After you return to normal activities:

For the next 5 days, take extra precautions (like masking and improving ventilation), because you may still be able to spread the virus even as you’re feeling better.

If you start to feel worse again or your fever returns:

Go back to staying home and restart the “improving + 24 hours fever-free” clock.

When to Test

Testing can help you:

  • Make safer choices about work/school/visiting others
  • Protect high-risk family and friends
  • Decide whether you might qualify for early treatment

Test Right Away if You Have Symptoms

COVID-19: If you use an at-home antigen test and it’s negative, that doesn’t always rule out infection—especially early on. CDC advises following the FDA guidance for repeat testing after a negative antigen result.

Flu and COVID: If you’re at higher risk for complications, earlier diagnosis matters because treatments work best when started quickly. (More on that below.)

When a Negative Test Shouldn’t Reassure You

Consider retesting or calling a clinician if:

  • Symptoms are getting worse
  • You tested very early after symptoms began
  • You have close exposure and symptoms
  • You’re high-risk or live with someone high-risk

When to Seek Care

Call your healthcare provider sooner (same day if possible) if:

  • You’re in a higher-risk group (older adult, pregnancy, chronic conditions, immunocompromised, etc.)
  • Symptoms are worsening after initial improvement
  • Fever is persistent, or you’re worried about dehydration
  • You may be eligible for antiviral treatment (flu/COVID)

Seek Emergency Care Right Away if You Notice Warning Signs Like:

For COVID-19: trouble breathing, persistent chest pain/pressure, new confusion, inability to wake/stay awake, or pale/gray/blue lips/nail beds (depending on skin tone).

For flu: CDC lists emergency warning signs for adults and children (including breathing difficulty, chest/abdomen pain or pressure, confusion, seizures, dehydration/not urinating, or symptoms that improve then return/worsen).

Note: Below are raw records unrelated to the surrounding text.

"""The view's proposals searched in a worker process.

Reference: the same search run in this process, a slice a frame, as the
view did before (and still does when the worker is gone): the worker must
propose exactly the same shots, in the same order, for pool and carom
layouts; a newer job replaces an older one; a dead worker costs nothing but
the speed.
"""

from __future__ import annotations

import time
from pathlib import Path

import pytest

from shotplan.layout import Layout, load_layout
from shotplan.view.predict import Predictor
from shotplan.view.searcher import SearchWorker
from shotplan.view.state import ViewState

CUT = Path(__file__).resolve().parents[1] / "assets" / "layouts" / "club-night-2-cut-to-corner.json"
CAROM = {"format": "shotplan-layout", "version": 1, "game": "three-cushion", "table": "carom",
         "balls": {"cue": [0.7, 0.45], "yellow": [1.0, 0.9], "red": [2.2, 1.0]}}


@pytest.fixture(scope="module")
def worker():
    with SearchWorker() as w:
        yield w


def _key(shots):
    return [s.to_dict() for s in shots]


def _proposals(layout: Layout, worker: SearchWorker | None) -> ViewState:
    st = ViewState(layout, None, "")
    pred = Predictor()
    pred.worker = worker
    pred.update(st, 0.0)  # the layout is new at time 0, settled by the time settle looks
    pred.settle(st, 0.0, max_seconds=180.0)
    assert st.proposals_done
    return st


@pytest.mark.parametrize("layout", [load_layout(CUT), Layout.from_dict(CAROM)],
                         ids=["cut", "carom"])
def test_the_worker_proposes_what_the_view_finds_itself(worker, layout):
    here = _proposals(layout, None)
    there = _proposals(layout, worker)
    assert there.proposals and _key(there.proposals) == _key(here.proposals)
    assert [r.to_dict() for r in there.rejections] == [r.to_dict() for r in here.rejections]


def test_a_newer_job_replaces_the_one_in_hand(worker):
    lay = load_layout(CUT)
    moved = lay.with_ball("2", (1.9, 0.7))
    old = worker.submit(lay, lay.physics(), 20)
    new = worker.submit(moved, moved.physics(), 20)
    assert new == old + 1
    t0 = time.perf_counter()
    parts = []
    while not (parts and parts[-1].done) and time.perf_counter() - t0 < 120.0:
        parts += worker.parts(new)
        time.sleep(0.01)
    assert parts and parts[-1].done
    assert all(p.number == new for p in parts)
    assert _key(parts[-1].shots) == _key(_proposals(moved, None).proposals[:20])


def test_a_dead_worker_leaves_the_search_to_the_view():
    w = SearchWorker()
    w.close()
    assert not w.alive
    st = _proposals(load_layout(CUT), w)
    assert st.proposals == _proposals(load_layout(CUT), None).proposals


def test_the_last_part_of_the_list_is_drawn(tmp_path, display):
    # The view draws a frame only when what it shows changes once it is idle
    # (mainloop): the list arriving whole ends the search, so it must count
    # as a change, or the last part sent stays on the screen (seen: the
    # worker's final list never drawn until the next key or click).
    from shotplan.view.app import App

    app = App(load_layout(CUT), None, recovery_dir=tmp_path / "rec", offer_recovery=False)
    app.start((1280, 800))
    app.update(0.0)
    before = app.look()
    app.state.set_proposals(app.state.proposals, True)
    assert app.look() != before


def test_a_layout_the_carom_search_refuses_says_why_either_way(worker):
    # One object ball on a three-cushion table: no proposals, and the same
    # one reason from the worker as from the view's own frames (the carom
    # search's line, UMB: a carom needs both other balls).
    doc = dict(CAROM, balls={"cue": [0.7, 0.45], "red": [2.2, 1.0]})
    here = _proposals(Layout.from_dict(doc), None)
    there = _proposals(Layout.from_dict(doc), worker)
    assert not here.proposals and not there.proposals
    reasons = [r.reason for r in there.rejections]
    assert reasons == [r.reason for r in here.rejections]
    assert len(reasons) == 1 and "exactly two other balls" in reasons[0]
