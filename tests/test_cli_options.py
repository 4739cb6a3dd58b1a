"""Odd values for the options of the commands that search and simulate: every
one ends as exit code 0 or 2 with at most one error line, never a traceback."""

from __future__ import annotations

import pathlib

import pytest
from hypothesis import HealthCheck, example, given, settings
from hypothesis import strategies as st

from shotplan.cli import main

DEMO = str(pathlib.Path(__file__).resolve().parent.parent / "assets" / "layouts"
           / "club-night-4-position-drill.json")

WORDS = st.sampled_from(["", "nowhere", "cue", "4", "5", "foot-right", "side-left", "massé",
                         "direct", "bank,kick", "stun", "follow", "1e309", "-0", "nan", "inf",
                         "0", "-1", "99", "0.3", "red1", "head-left"])
NUMBERS = st.one_of(st.sampled_from(["nan", "inf", "-inf", "1e309", "-0.0", "", "abc"]),
                    st.floats(allow_nan=False, allow_infinity=False, width=32).map(str))


def run(argv, capsys):
    code = main(argv)
    err = capsys.readouterr().err
    assert code in (0, 2), (argv, code, err)
    assert "Traceback" not in err
    assert len([line for line in err.splitlines() if line.strip()]) <= 1, err
    return code


@settings(max_examples=60, deadline=None, suppress_health_check=[HealthCheck.function_scoped_fixture])
@given(option=st.sampled_from(["--ball", "--pocket", "--kinds", "--tip", "--speed", "--side",
                               "--top"]),
       value=st.one_of(WORDS, NUMBERS))
@example(option="--speed", value="1.092790244588137e-35")  # found by this test: no events at all
def test_plan_options(capsys, option, value):
    run(["plan", DEMO, "--ball", "4", "--kinds", "direct", option, value], capsys)


@settings(max_examples=60, deadline=None, suppress_health_check=[HealthCheck.function_scoped_fixture])
@given(option=st.sampled_from(["--direction", "--speed", "--side", "--height", "--elevation",
                               "--max-events"]),
       value=NUMBERS)
@example(option="--speed", value="1e-35")
def test_simulate_options(capsys, option, value):
    run(["simulate", DEMO, option, value], capsys)


@pytest.mark.parametrize("argv", [
    ["draw", DEMO, "--shot", "0", "-o", "x.png"],
    ["draw", DEMO, "--shot", "1", "--ball", "9", "-o", "x.png"],
    ["draw", DEMO, "--paths", "-o", "x.gif"],
    ["position", DEMO, "--ball", "4", "--pocket", "nowhere"],
    ["study", "window", "--pocket", "nowhere"],
    ["study", "throw", "--speed", "warp"],
    ["cushion", "report", "nowhere.json"],
    ["drill", "nowhere.json"],
])
def test_bad_values_elsewhere(capsys, tmp_path, monkeypatch, argv):
    monkeypatch.chdir(tmp_path)
    assert run(argv, capsys) == 2
    assert not list(tmp_path.iterdir())


@pytest.mark.parametrize("argv, start", [
    # An option's error names the option as typed (found in a new-user trial:
    # `--tip folow` said nothing of --tip, `simulate --speed -2` named a file
    # field "stroke (options and layout).speed_mps").
    (["plan", DEMO, "--tip", "folow"], "--tip: 'folow' is not a tip choice, must be one of"),
    (["plan", DEMO, "--kinds", "masse"], "--kinds: 'masse' is not a kind of shot"),
    (["plan", DEMO, "--speed", "-2"], "--speed: -2.0 m/s is out of range"),
    (["plan", DEMO, "--side", "3"], "--side: 3.0 is beyond the miscue limit"),
    (["simulate", DEMO, "--speed", "-2"], "--speed: -2.0 is out of range"),
    (["simulate", DEMO, "--side", "2"], "--side: 2.0 is out of range"),
    (["simulate", DEMO, "--elevation", "70"], "--elevation: 70.0 is out of range"),
    (["simulate", DEMO, "--max-events", "5"], "--max-events: 5 is out of range, must be "
                                              "between 10 and 1000000"),
    (["simulate", DEMO, "--height", "0.9"], f"{DEMO}: stroke: tip side 0, height 0.9 at 0 deg"),
    # Found in a later new-user trial: these named no option.
    (["plan", DEMO, "--ball", "99"], "--ball: '99' is not an object ball on this layout"),
    (["plan", DEMO, "--pocket", "nowhere"], "--pocket: 'nowhere' is not a pocket of this table"),
    (["plan", DEMO, "--elevation", "-10"], "--elevation: -10.0 deg is out of range"),
    (["position", DEMO, "--ball", "4", "--pocket", "foot-right", "--heights", "-5,0.2"],
     "--heights: tip height -5.0 is out of range"),
    (["position", DEMO, "--ball", "4", "--pocket", "foot-right", "--speeds", "-1,2"],
     "--speeds: speed -1.0 m/s is out of range"),
    (["study", "window", "--step", "-15"], "--step: -15 deg is out of range"),
    (["study", "window", "--step", "nan"], "--step: nan is not a number of degrees"),
    # A comma list that starts with a negative number is a value, not an
    # unknown option (argparse said "expected at least one argument").
    (["study", "window", "--distances", "-0.3,0.9"], "argument --distances: '-0.3' is not a "
                                                     "distance in m above 0"),
    (["study", "throw", "--speeds", "-1,2"], "argument --speeds: '-1' m/s is out of range"),
    (["atlas", DEMO, "--ball", "4", "--contours", "-1,0.5"], "--contours: '-1,0.5' has a value "
                                                             "out of range"),
])
def test_an_option_error_names_the_option(capsys, argv, start):
    assert main(argv) == 2
    assert capsys.readouterr().err.startswith(f"shotplan: error: {start}")


def test_max_events_stops_the_run(capsys):
    # The 9-ball rack's break has far more than 10 events (its run is
    # complete without the option).
    rack = DEMO.replace("club-night-4-position-drill", "club-night-5-9ball-rack")
    assert main(["simulate", rack, "--json"]) == 0
    assert '"complete": true' in capsys.readouterr().out
    assert main(["simulate", rack, "--max-events", "10", "--json"]) == 0
    out = capsys.readouterr().out
    assert '"complete": false' in out and "event limit (10 events" in out


def test_plan_reads_the_old_tip_word_with_a_warning(capsys):
    # README: the spellings of the version before, `rolling` among them,
    # still work with one warning line.
    assert main(["plan", DEMO, "--tip", "follow", "--top", "3"]) == 0
    new = capsys.readouterr().out.splitlines()[1:]  # (the first line has timings)
    assert main(["plan", DEMO, "--tip", "rolling", "--top", "3"]) == 0
    got = capsys.readouterr()
    assert got.out.splitlines()[1:] == new and len(new) == 4
    assert got.err.count("\n") == 1 and "'--tip follow'" in got.err


def test_plan_top_lists_the_best_and_counts_them_all(capsys):
    # Caroms as pool shots: the first line counts what was found, --top
    # lists the best of them (a new-user trial saw "2 caroms found").
    carom = DEMO.replace("club-night-4-position-drill", "club-night-9-three-cushion")
    assert main(["plan", carom, "--json"]) == 0
    import json

    every = json.loads(capsys.readouterr().out)
    assert main(["plan", carom, "--top", "2"]) == 0
    lines = capsys.readouterr().out.splitlines()
    assert lines[0].split(": ", 1)[1].startswith(f"{len(every)} caroms found")
    assert len(every) > 2 and len(lines) == 1 + 1 + 2  # the count, the heading, two rows
    assert main(["plan", carom, "--top", "2", "--json"]) == 0
    assert json.loads(capsys.readouterr().out) == every[:2]
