"""Replay the known-answer files in tests/known/ (regression data).

Each file's expected event sequence was produced by the engine once, after it
had been checked by hand against the formulas named in the file's ``note``
(solid-sphere sliding and rolling, the oblique impact, the pocket geometry).
A failure here means the physics changed: if that was deliberate, check the
new sequence by hand and rerun ``tests/known/regenerate.py --write``.
"""

from __future__ import annotations

import json
import math
import sys
from pathlib import Path

import pytest

KNOWN = Path(__file__).resolve().parent / "known"
sys.path.insert(0, str(KNOWN))
from regenerate import FORMAT, event_rows, replay  # noqa: E402

FILES = sorted(KNOWN.glob("*.json"))


def test_there_are_known_answer_files():
    assert len(FILES) >= 3


@pytest.mark.parametrize("path", FILES, ids=[p.stem for p in FILES])
def test_known_answer(path):
    data = json.loads(path.read_text(encoding="utf-8"))
    assert data["format"] == FORMAT and data["version"] == 1
    assert data["note"].startswith("Checked by hand")
    expected = data["events"]
    got = event_rows(replay(data))
    kinds = [(e["kind"], e["balls"], e["where"]) for e in got]
    assert kinds == [(e["kind"], e["balls"], e["where"]) for e in expected]
    for g, e in zip(got, expected, strict=True):
        assert math.isclose(g["t"], e["t"], abs_tol=1e-6), (g, e)


def times(name, kind):
    """The times of one kind of event in a known-answer file."""
    data = json.loads((KNOWN / name).read_text(encoding="utf-8"))
    return [e["t"] for e in data["events"] if e["kind"] == kind]


def test_hand_checked_times_are_in_the_files():
    # The hand-worked times quoted in the notes (to 1e-5 s).
    assert times("follow-straight-in-corner.json", "rolling")[0] == pytest.approx(0.218511, abs=1e-5)
    assert times("follow-straight-in-corner.json", "collision")[0] == pytest.approx(0.433037, abs=1e-5)
    assert times("natural-roll-foot-rail.json", "cushion")[0] == pytest.approx(0.889052, abs=1e-5)
    assert times("draw-back-head-on.json", "collision")[0] == pytest.approx(0.129670, abs=1e-5)
    assert times("cut-into-side-pocket.json", "collision")[0] == pytest.approx(0.595732, abs=1e-5)


def test_times_after_the_rail_follow_the_published_cushion_model():
    # After a rail: the independent reference of Mathavan, Jackson & Parkin
    # (2010) (tests/reference/cushion_mathavan.py, scipy over the impulse)
    # fed the state at the rail, then the solid sphere's end of sliding
    # v - 2/7 u and the rolling deceleration, worked out in the files' notes.
    # Tolerances: the engine steps the impulse (collide.CUSHION_STEPS); 0.1 ms
    # for the end of sliding, 2 ms for the rest several seconds later.
    assert times("natural-roll-foot-rail.json", "rolling")[0] == pytest.approx(1.06074, abs=1e-4)
    assert times("natural-roll-foot-rail.json", "rest")[0] == pytest.approx(7.2417, abs=2e-3)
    assert times("draw-back-head-on.json", "rolling")[2] == pytest.approx(1.26437, abs=1e-4)
    assert max(times("draw-back-head-on.json", "rest")) == pytest.approx(7.7279, abs=2e-3)
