"""The table view's painter: a ball drawn through its cached sprite against
the same shapes drawn straight on the cloth, pixel by pixel, and when the
sprite cache draws again.

SDL's dummy drivers are set in conftest.py before pygame is imported.
"""

from __future__ import annotations

import numpy as np
import pygame
import pytest
from hypothesis import given, settings
from hypothesis import strategies as st

from shotplan.render.table_shapes import ball_shapes
from shotplan.view.draw import Painter, ShapeGroup, flat_shapes
from shotplan.view.transform import Transform

pytestmark = pytest.mark.usefixtures("display")  # conftest.py

R = 0.028575  # pool ball, 2 1/4 in (WPA equipment specifications)
CLOTH = (45, 107, 94)
SIZE = (400, 300)


def _pixels(surface: pygame.Surface) -> np.ndarray:
    return pygame.surfarray.array3d(surface).astype(int)


@settings(max_examples=40, deadline=None)
@given(ball=st.sampled_from(["cue", "1", "9", "13", "8", "red", "pink", "yellow", "X7"]),
       problem=st.booleans(),
       scale=st.floats(200.0, 1200.0),
       dx=st.floats(0.0, 0.01), dy=st.floats(0.0, 0.01))
def test_a_ball_through_its_sprite_matches_drawing_it_straight(ball, problem, scale, dx, dy):
    # The reference is the painter's own straight drawing, shape by shape
    # (what the view did before sprites). Inside the ball every pixel is
    # opaque: the same but for the rounding of the two ways of blending the
    # number's smoothed edge (a level or two); off the ball the cloth is untouched
    # to two levels; only smoothed pixels on the rim may differ more, a few of
    # them by more than a few levels.
    centre = (0.15 + dx, 0.12 + dy)
    tr = Transform(scale, 13.3, 280.7, (0.0, 0.0, 1.0, 1.0), (0, 0, *SIZE))
    shapes = tuple(ball_shapes(ball, centre, R, problem=problem))
    straight = pygame.Surface(SIZE)
    straight.fill(CLOTH)
    sprite = straight.copy()
    painter = Painter()
    for s in shapes:
        painter.draw_shape(straight, s, tr)
    painter.draw_group(sprite, ShapeGroup(shapes, centre, R, 80), tr)
    d = np.abs(_pixels(straight) - _pixels(sprite)).max(axis=2)
    x, y = np.meshgrid(np.arange(SIZE[0]) + 0.5, np.arange(SIZE[1]) + 0.5, indexing="ij")
    sx, sy = tr.to_screen(*centre)
    dist = np.hypot(x - sx, y - sy)
    r = scale * R
    assert d[dist < r - 1.5].max() <= 2
    assert d[dist > r + 1.5].max() <= 2
    assert (d > 8).sum() <= 4
    assert d[dist < r + 2].mean() < 0.5


def test_the_sprite_is_drawn_again_only_when_the_ball_or_the_scale_changes():
    painter = Painter()
    surf = pygame.Surface(SIZE)
    tr = Transform(500.0, 10.0, 250.0, (0.0, 0.0, 1.0, 1.0), (0, 0, *SIZE))
    shapes = tuple(ball_shapes("3", (0.2, 0.2), R))
    group = ShapeGroup(shapes, (0.2, 0.2), R, 80)
    painter.draw(surf, [group], tr)
    painter.draw(surf, [ShapeGroup(shapes, (0.2, 0.2), R, 80)], tr)  # same shapes: kept
    assert painter.sprite_renders == 1
    moved = tuple(ball_shapes("3", (0.25, 0.2), R))
    painter.draw(surf, [ShapeGroup(moved, (0.25, 0.2), R, 80)], tr)
    assert painter.sprite_renders == 2
    zoomed = Transform(600.0, 10.0, 250.0, (0.0, 0.0, 1.0, 1.0), (0, 0, *SIZE))
    painter.draw(surf, [group], zoomed)
    assert painter.sprite_renders == 3
    assert flat_shapes([group, shapes[0]]) == [*shapes, shapes[0]]
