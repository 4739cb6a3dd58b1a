"""Soft cushions: a ball pressed against a cushion settles, runs that stop
early say so, and sampling never goes past the end of a run.

Sources, beside each check:

* the inelastic collapse of a ball bouncing on a surface that pulls it back
  (each rebound at e times the last, each flight as long as its speed: a
  geometric series with infinitely many impacts in finite time; common
  practice, no source): the engine takes the series at its end once it
  would be over within one cushion contact time (engine.SETTLE_TIME_S);
* the table's own bounds (Table.is_legal) for "inside the cushions";
* energy: an impact never adds kinetic energy (I = 2/5 m R^2).
"""

from __future__ import annotations

import dataclasses
import json
import math
from typing import Any

import numpy as np

from shotplan.equipment import TableSpec
from shotplan.layout import Layout
from shotplan.physics import Physics, simulate
from shotplan.physics.engine import JAM_EVENTS
from shotplan.stroke import Stroke

SOFT = TableSpec.preset("pool-9ft").with_overrides(
    {"cushion_restitution": 0.6, "cushion_restitution_slope": 0.1, "cushion_friction": 0.3})

# The cue ball drives the 1 (close to the right rail) along it and is left
# next to the rail with its follow and side pulling it back into the rubber:
# a run of ever-smaller rebounds off the right rail (eight, found by a random
# search over such shots with the published cushion law). Without the
# collapse rule such a run ends in a jam (the ball stopped dead, still moving
# along the rail) after more than JAM_EVENTS impacts at one instant, or at
# the event limit.
PRESSED = Layout(SOFT, {"cue": (1.1008944475197544, 0.318945729146195),
                        "1": (1.7325536381341395, 0.04623524046793314)})
PRESSED_STROKE = Stroke(-26.099306874548276, 2.090265531748834, height=0.29308271689825055,
                        side=-0.12424475952560413)


def _end_of_rail(out: Any) -> float:
    """When the settled cue ball's run along the rail ends: its first jaw or
    pocket event. It rolls at exactly the contact distance from the rail, so
    whether it grazes the jaw where the rail ends (at no speed into it) or
    passes it untouched into the pocket is a matter of rounding."""
    return next(e.t for e in out.events if e.kind.word in ("jaw", "pocket") and e.balls == ("cue",))


def _inside(layout: Layout, x: float, y: float) -> bool:
    """On the bed, inside the cushions and jaws (Table.is_legal)."""
    return bool(layout.geometry.is_legal(np.array([[x, y]]))[0])


def test_ball_pressed_against_a_soft_cushion_settles_and_rolls_on():
    out = simulate(PRESSED, PRESSED_STROKE)
    assert out.complete and out.reason is None
    # Few events: the series of rebounds is cut short, not run to a jam.
    assert out.n_events < JAM_EVENTS, out.n_events
    rebounds = [e for e in out.events if e.balls == ("cue",) and e.where == "right rail"]
    assert len(rebounds) >= 5  # the series began: rebounds that shrink ...
    settled = rebounds[-1].states[0]
    settled_t = rebounds[-1].t
    # ... and ended with the ball leaving the rail at no speed at all, still
    # moving along it (not stopped dead).
    assert settled.vy == 0.0 and abs(settled.vx) > 0.1
    assert settled.y == SOFT.contact_offset_m or math.isclose(settled.y, SOFT.contact_offset_m,
                                                              abs_tol=1e-9)
    # It rolled on along the rail after settling (common practice: a ball
    # against a cushion runs along it), here all the way into the corner
    # pocket at the rail's end.
    fin = out.final["cue"]
    assert fin["state"] == "pocketed" and fin["pocket"] == "foot-right"
    assert abs(fin["x"] - settled.x) > 0.05
    at_jaw = _end_of_rail(out)
    for e in out.events:
        if e.balls == ("cue",) and settled_t < e.t < at_jaw:
            # Along the rail, not off it (1 nm: the rounding of positions).
            assert math.isclose(e.states[0].y, settled.y, abs_tol=1e-9)
    # The collapse only takes energy away.
    assert float(out.energy_changes().max()) <= 1e-12


def test_settled_ball_is_not_moving_into_the_cushion():
    # Between the settling and the end, sampled densely, the cue ball never
    # leaves the bed (the bug this guards against put a ball at
    # y = 1.98 m on a 1.27 m table).
    out = simulate(PRESSED, PRESSED_STROKE)
    # Until it reaches the jaws of the pocket at the rail's end (past them
    # it is in the pocket's mouth, beyond the cushion line by rights).
    at_jaw = _end_of_rail(out)
    for t in np.linspace(0.0, at_jaw, 400, endpoint=False):
        x, y = out.positions(float(t))["cue"]
        assert _inside(PRESSED, x, y), (t, x, y)


def test_incomplete_run_says_so_and_sampling_stops_at_its_end():
    # A run cut by the event limit: complete false, a reason in words and in
    # the JSON, and positions after its end are the positions at its end.
    lay = Layout(TableSpec.preset("pool-9ft"), {"cue": (0.6, 0.635)})
    phys = dataclasses.replace(lay.physics(), max_events=10)
    out = simulate(lay, Stroke(33.0, 6.0, height=0.3), physics=phys)
    assert not out.complete
    assert out.reason is not None and "event limit" in out.reason
    doc = json.loads(json.dumps(out.to_dict(), allow_nan=False))
    assert doc["complete"] is False and doc["reason"] == out.reason
    end = out.states(out.duration)
    later = out.states(out.duration + 5.0)
    np.testing.assert_array_equal(later, end)  # the same sample: bit-identical
    fin = out.final["cue"]
    assert (fin["x"], fin["y"]) == (end[0, 0], end[0, 1])
    assert fin["state"] == "moving"
    assert _inside(lay, fin["x"], fin["y"])
    # The drawn path ends where the run ended.
    path = out.path("cue")
    np.testing.assert_allclose(path[-1], end[0, :2], atol=1e-12)
    assert out.state_of("cue", out.duration + 1.0).x == end[0, 0]


def test_complete_run_has_no_reason_and_rests_after_its_end():
    lay = Layout(TableSpec.preset("pool-9ft"), {"cue": (0.6, 0.635)})
    out = simulate(lay, Stroke(30.0, 2.0))
    assert out.complete and out.reason is None and "reason" not in out.to_dict()
    np.testing.assert_array_equal(out.states(out.duration + 10.0), out.states(out.duration))
    assert out.final["cue"]["state"] == "rest"


def test_physics_default_keeps_the_event_limit():
    # The collapse rule must not be a way around the limit: a physics value
    # that still exists and bounds every run.
    assert Physics().max_events >= 10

For RSV: call a healthcare professional if you or your child has difficulty breathing, isn’t drinking enough fluids, or symptoms are worsening.

What to Do if You Think You Have a Respiratory Illness

For most mild illnesses:

  • Rest, hydrate, and use over-the-counter fever/pain reducers as appropriate
  • Stay home until you meet the “improving + 24 hours fever-free” rule
  • Avoid close contact with people at higher risk

Ask About Treatment Early if You’re at Higher Risk

  • Flu antivirals can lessen symptoms and shorten illness; they work best when started within 1–2 days of symptom onset and are especially important for people at higher risk of complications.
  • Outpatient COVID-19 treatment for eligible patients should be initiated as soon as possible, ideally within a few days of symptom onset (depending on the medication).

How to Help Prevent the Spread

CDC’s prevention approach emphasizes layered protection:

Stay up to date on recommended immunizations (flu, COVID-19, and RSV for eligible groups).

Improve indoor air when possible: bring in outdoor air, use filtration, or gather outdoors.

Wash hands, cover coughs/sneezes, and clean high-touch surfaces.

If you must be around others while recovering, mask and keep distance—especially around older adults, infants, and medically fragile people.